The solution emerging across the industry is AI-powered customer enablement.

Companies are deploying customer-facing AI agents that walk users through new product releases in real time. Instead of sending a changelog email that gets ignored, imagine an AI teammate that notices you're struggling with a workflow and says, "Hey, we just released a feature last week that could help with exactly this. Want me to show you?"

One insight that stuck with me was that the most forward-thinking companies are having their engineers, not just product managers, sit directly with customers every week. This allows them to fix bugs and issues on the spot, creating a feedback loop that's impossible to achieve through traditional channels. It also allows engineers to see firsthand how their code is used and the impact their hard work has on the customer. It creates a win-win that's faster, more accurate, and far more connected to real customer behavior.

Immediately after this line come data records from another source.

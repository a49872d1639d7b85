#include "surface/zernike.h"

#include <gtest/gtest.h>

#include <algorithm>
#include <cmath>
#include <cstdint>
#include <cstdio>
#include <numbers>
#include <sstream>
#include <string>
#include <vector>

#include "check_record.h"

namespace figura {
namespace {

constexpr double kPi = std::numbers::pi;

// The ISO 24157 table as printed in ../shared/references.md (ISO 24157 /
// Thibos et al., J. Refract. Surg. 18(5) S652, 2002; Noll column from Noll,
// JOSA 66, 207, 1976).
struct TableRow {
  int j, n, m, noll;
  double (*z)(double rho, double theta);
};

const TableRow kTable[] = {
    {0, 0, 0, 1, [](double, double) { return 1.0; }},
    {1, 1, -1, 3, [](double r, double t) { return 2 * r * std::sin(t); }},
    {2, 1, 1, 2, [](double r, double t) { return 2 * r * std::cos(t); }},
    {3, 2, -2, 5,
     [](double r, double t) {
       return std::sqrt(6.0) * r * r * std::sin(2 * t);
     }},
    {4, 2, 0, 4,
     [](double r, double) { return std::sqrt(3.0) * (2 * r * r - 1); }},
    {5, 2, 2, 6,
     [](double r, double t) {
       return std::sqrt(6.0) * r * r * std::cos(2 * t);
     }},
    {6, 3, -3, 9,
     [](double r, double t) {
       return std::sqrt(8.0) * std::pow(r, 3) * std::sin(3 * t);
     }},
    {7, 3, -1, 7,
     [](double r, double t) {
       return std::sqrt(8.0) * (3 * std::pow(r, 3) - 2 * r) * std::sin(t);
     }},
    {8, 3, 1, 8,
     [](double r, double t) {
       return std::sqrt(8.0) * (3 * std::pow(r, 3) - 2 * r) * std::cos(t);
     }},
    {9, 3, 3, 10,
     [](double r, double t) {
       return std::sqrt(8.0) * std::pow(r, 3) * std::cos(3 * t);
     }},
    {10, 4, -4, 15,
     [](double r, double t) {
       return std::sqrt(10.0) * std::pow(r, 4) * std::sin(4 * t);
     }},
    {11, 4, -2, 13,
     [](double r, double t) {
       return std::sqrt(10.0) * (4 * std::pow(r, 4) - 3 * r * r) *
              std::sin(2 * t);
     }},
    {12, 4, 0, 11,
     [](double r, double) {
       return std::sqrt(5.0) * (6 * std::pow(r, 4) - 6 * r * r + 1);
     }},
    {13, 4, 2, 12,
     [](double r, double t) {
       return std::sqrt(10.0) * (4 * std::pow(r, 4) - 3 * r * r) *
              std::cos(2 * t);
     }},
    {14, 4, 4, 14,
     [](double r, double t) {
       return std::sqrt(10.0) * std::pow(r, 4) * std::cos(4 * t);
     }},
};

TEST(Zernike, IsoTableIndicesAndPolynomials) {
  // ISO 24157 / Thibos et al. 2002 table, references.md.
  ZernikeBasis basis(15);
  std::vector<double> values(15);
  for (const TableRow& row : kTable) {
    EXPECT_EQ(ZernikeIndex(row.n, row.m), row.j);
    EXPECT_EQ(ZernikeModeOf(row.j), (ZernikeMode{row.n, row.m}));
    EXPECT_EQ(NollIndex(row.n, row.m), row.noll) << "j=" << row.j;
    EXPECT_EQ(NollMode(row.noll), (ZernikeMode{row.n, row.m}));
    for (double rho : {0.0, 0.3, 0.77, 1.0}) {
      for (double theta : {0.0, 0.4, 2.1, -2.9}) {
        EXPECT_NEAR(Zernike(row.j, rho, theta), row.z(rho, theta), 1e-13)
            << "j=" << row.j << " rho=" << rho << " theta=" << theta;
        const double x = rho * std::cos(theta);
        const double y = rho * std::sin(theta);
        basis.Evaluate(x, y, values);
        EXPECT_NEAR(values[static_cast<std::size_t>(row.j)], row.z(rho, theta),
                    1e-13);
      }
    }
  }
}

TEST(Zernike, IndexRoundTripAndNormalisation) {
  for (int j = 0; j < ZernikeCount(kZernikeMaxOrder); ++j) {
    const ZernikeMode mode = ZernikeModeOf(j);
    ASSERT_TRUE(IsZernikeMode(mode.n, mode.m));
    EXPECT_EQ(ZernikeIndex(mode.n, mode.m), j);
    EXPECT_EQ(NollMode(NollIndex(mode.n, mode.m)), mode);
  }
  // N = sqrt(2(n+1)/(1+delta_m0)), ISO 24157.
  EXPECT_DOUBLE_EQ(ZernikeNorm(2, 0), std::sqrt(3.0));
  EXPECT_DOUBLE_EQ(ZernikeNorm(3, 1), std::sqrt(8.0));
  EXPECT_FALSE(IsZernikeMode(3, 2));
  EXPECT_FALSE(IsZernikeMode(2, 4));
}

TEST(Zernike, RadialIsOneAtTheEdgeToOrderThirty) {
  // R_n^m(1) = 1 for every mode (references.md; Andersen 2018 reports the
  // recurrence accurate to <= 5e-14 up to order 30).
  for (int n = 0; n <= kZernikeMaxOrder; ++n) {
    for (int m = n % 2; m <= n; m += 2) {
      EXPECT_NEAR(ZernikeRadial(n, m, 1.0), 1.0, 5e-14) << n << " " << m;
    }
  }
}

// Gauss-Legendre nodes and weights on [0, 1] (Newton iteration on the
// Legendre polynomial, Numerical Recipes' gauleg [practice]).
void GaussLegendre(int count, std::vector<double>* x, std::vector<double>* w) {
  x->resize(static_cast<std::size_t>(count));
  w->resize(static_cast<std::size_t>(count));
  for (int i = 0; i < count; ++i) {
    double z = std::cos(kPi * (i + 0.75) / (count + 0.5));
    double dp = 0.0;
    for (int it = 0; it < 100; ++it) {
      double p0 = 1.0;
      double p1 = 0.0;
      for (int k = 1; k <= count; ++k) {
        const double p2 = p1;
        p1 = p0;
        p0 = ((2.0 * k - 1.0) * z * p1 - (k - 1.0) * p2) / k;
      }
      dp = count * (z * p0 - p1) / (z * z - 1.0);
      const double dz = p0 / dp;
      z -= dz;
      if (std::abs(dz) < 1e-15) break;
    }
    (*x)[static_cast<std::size_t>(i)] = 0.5 * (1.0 - z);
    (*w)[static_cast<std::size_t>(i)] = 1.0 / ((1.0 - z * z) * dp * dp);
  }
}

TEST(Zernike, OrthonormalOverTheUnitDisk) {
  // RMS normalisation (ISO 24157): the mean of Z_i Z_j over the unit disk is
  // delta_ij. Quadrature: Gauss-Legendre in rho (weight rho), the
  // trapezoidal rule in theta; both exact for these polynomial degrees.
  const int count = ZernikeCount(8);  // j < 45
  ZernikeBasis basis(count);
  std::vector<double> rx;
  std::vector<double> rw;
  GaussLegendre(16, &rx, &rw);
  const int n_theta = 40;
  std::vector<double> gram(static_cast<std::size_t>(count * count), 0.0);
  std::vector<double> v(static_cast<std::size_t>(count));
  for (std::size_t i = 0; i < rx.size(); ++i) {
    for (int k = 0; k < n_theta; ++k) {
      const double theta = 2.0 * kPi * k / n_theta;
      basis.Evaluate(rx[i] * std::cos(theta), rx[i] * std::sin(theta), v);
      // Mean over the disk: (1/pi) integral rho drho dtheta.
      const double weight = rw[i] * rx[i] * (2.0 * kPi / n_theta) / kPi;
      for (int a = 0; a < count; ++a) {
        for (int b = 0; b < count; ++b) {
          gram[static_cast<std::size_t>(a * count + b)] +=
              weight * v[static_cast<std::size_t>(a)] *
              v[static_cast<std::size_t>(b)];
        }
      }
    }
  }
  for (int a = 0; a < count; ++a) {
    for (int b = 0; b < count; ++b) {
      EXPECT_NEAR(gram[static_cast<std::size_t>(a * count + b)],
                  a == b ? 1.0 : 0.0, 1e-12)
          << a << "," << b;
    }
  }
}

TEST(Zernike, RadialMatchesNumpyExplicitSum) {
  // Reference: the explicit factorial sum (Born & Wolf, sec. 9.2.1)
  // evaluated by numpy under Debian's /usr/bin/python3 (test-only).
  const char* script =
      "/usr/bin/python3 -c \"\n"
      "import numpy as np\n"
      "from math import factorial as f\n"
      "rho = np.array([0.0, 0.25, 0.5, 0.9, 1.0])\n"
      "for n in range(0, 13):\n"
      "  for m in range(n % 2, n + 1, 2):\n"
      "    r = sum((-1)**s * f(n-s) / (f(s) * f((n+m)//2-s) * f((n-m)//2-s))"
      " * rho**(n-2*s) for s in range((n-m)//2+1))\n"
      "    print(n, m, *['%.17g' % v for v in np.atleast_1d(r)])\n"
      "\" 2>/dev/null";
  FILE* pipe = popen(script, "r");
  ASSERT_NE(pipe, nullptr);
  std::string text;
  char buffer[4096];
  while (fgets(buffer, sizeof buffer, pipe) != nullptr) text += buffer;
  const int rc = pclose(pipe);
  if (rc != 0 || text.empty())
    GTEST_SKIP() << "/usr/bin/python3 with numpy not available";
  std::istringstream in(text);
  const double rhos[] = {0.0, 0.25, 0.5, 0.9, 1.0};
  int n = 0;
  int m = 0;
  int rows = 0;
  double worst_numpy = 0.0;
  while (in >> n >> m) {
    for (double rho : rhos) {
      double expected = 0.0;
      in >> expected;
      EXPECT_NEAR(ZernikeRadial(n, m, rho), expected, 1e-12)
          << "n=" << n << " m=" << m << " rho=" << rho;
      worst_numpy =
          std::max(worst_numpy, std::abs(ZernikeRadial(n, m, rho) - expected));
    }
    ++rows;
  }
  figura::testing::RecordCheck(
      "Zernike radial polynomials vs numpy factorial sum (worst)",
      "numpy (Debian python3-numpy), explicit factorial formula", 0.0,
      worst_numpy, 1e-12, "");
  EXPECT_EQ(rows, 49);  // modes with n <= 12 and m >= 0
}

TEST(ZernikePolynomial, CartesianExpansionMatchesRecurrence) {
  // Every mode up to the expansion's limit, one at a time and all together
  // with fixed pseudo-random coefficients (seeded LCG [practice]).
  const int count = ZernikeCount(ZernikePolynomial::kMaxOrder);
  ZernikeBasis basis(count);
  std::vector<double> v(static_cast<std::size_t>(count));
  std::vector<double> all(static_cast<std::size_t>(count));
  std::uint64_t state = 12345;
  for (double& c : all) {
    state = state * 6364136223846793005ULL + 1442695040888963407ULL;
    c = static_cast<double>(state >> 11) / 9007199254740992.0 - 0.5;
  }
  const ZernikePolynomial poly_all(all);
  EXPECT_EQ(poly_all.degree(), ZernikePolynomial::kMaxOrder);
  for (int j = 0; j < count; ++j) {
    std::vector<double> one(static_cast<std::size_t>(j + 1), 0.0);
    one.back() = 1.0;
    const ZernikePolynomial poly(one);
    for (double x : {-0.9, -0.3, 0.0, 0.45, 0.7}) {
      for (double y : {-0.6, 0.0, 0.2, 0.7}) {
        basis.Evaluate(x, y, v);
        EXPECT_NEAR(poly(x, y), v[static_cast<std::size_t>(j)], 1e-10)
            << "j=" << j;
        if (j == 0) {
          double sum = 0.0;
          for (int k = 0; k < count; ++k) {
            sum += all[static_cast<std::size_t>(k)] *
                   v[static_cast<std::size_t>(k)];
          }
          EXPECT_NEAR(poly_all(x, y), sum, 1e-9);
          EXPECT_NEAR(basis.Sum(all, x, y), sum, 1e-12);
        }
      }
    }
  }
  const ZernikePolynomial empty(std::vector<double>{});
  EXPECT_EQ(empty(0.3, 0.2), 0.0);
}

}  // namespace
}  // namespace figura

What These Trends Mean for Global Teams

All four of these trends converge on one reality: the companies that win will be those that can scale learning and enablement globally, instantly, and continuously.

This is exactly the problem we've been solving at Smartcat with our Learning Content Agent for course creation. It’s designed to move beyond traditional course authoring with an AI course creation tool that helps teams generate and adapt learning content faster. It's an AI teammate that can create and translate training content simultaneously across 280+ languages, and generate microlearning modules that respect the 15-minute attention span reality. It also supports enterprise eLearning workflows by integrating directly with your LMS, learning from your experts to maintain brand voice, compliance standards, and quality.

When your product team ships a new feature on Tuesday, your global workforce can have localized training content by Wednesday, not next quarter.

What Should L&D and People Leaders Do Next?

Transform 2026 made one thing crystal clear: AI isn't being blocked by capability. It's being blocked by confusion.

The biggest opportunity isn't building more features. It's making AI feel intuitive, transparent, and immediately useful in daily workflows.

What leaders actually have an appetite for is scaling while controlling risk and having human collaboration and training built into the AI mix.

For L&D and People teams, that means shifting from training to real-time enablement. If learning doesn't happen in the moment, it's too late. It means designing AI as a teammate, not a tool. If AI doesn't feel like a teammate, it won't be used. It means closing the gap between product speed and learning speed. If enablement lags product, customers and employees fall behind. It also means building trust as your foundation for scale. If trust isn't built early, adoption stalls.

AI doesn't change what great teams look like. It raises the bar for how fast they need to learn.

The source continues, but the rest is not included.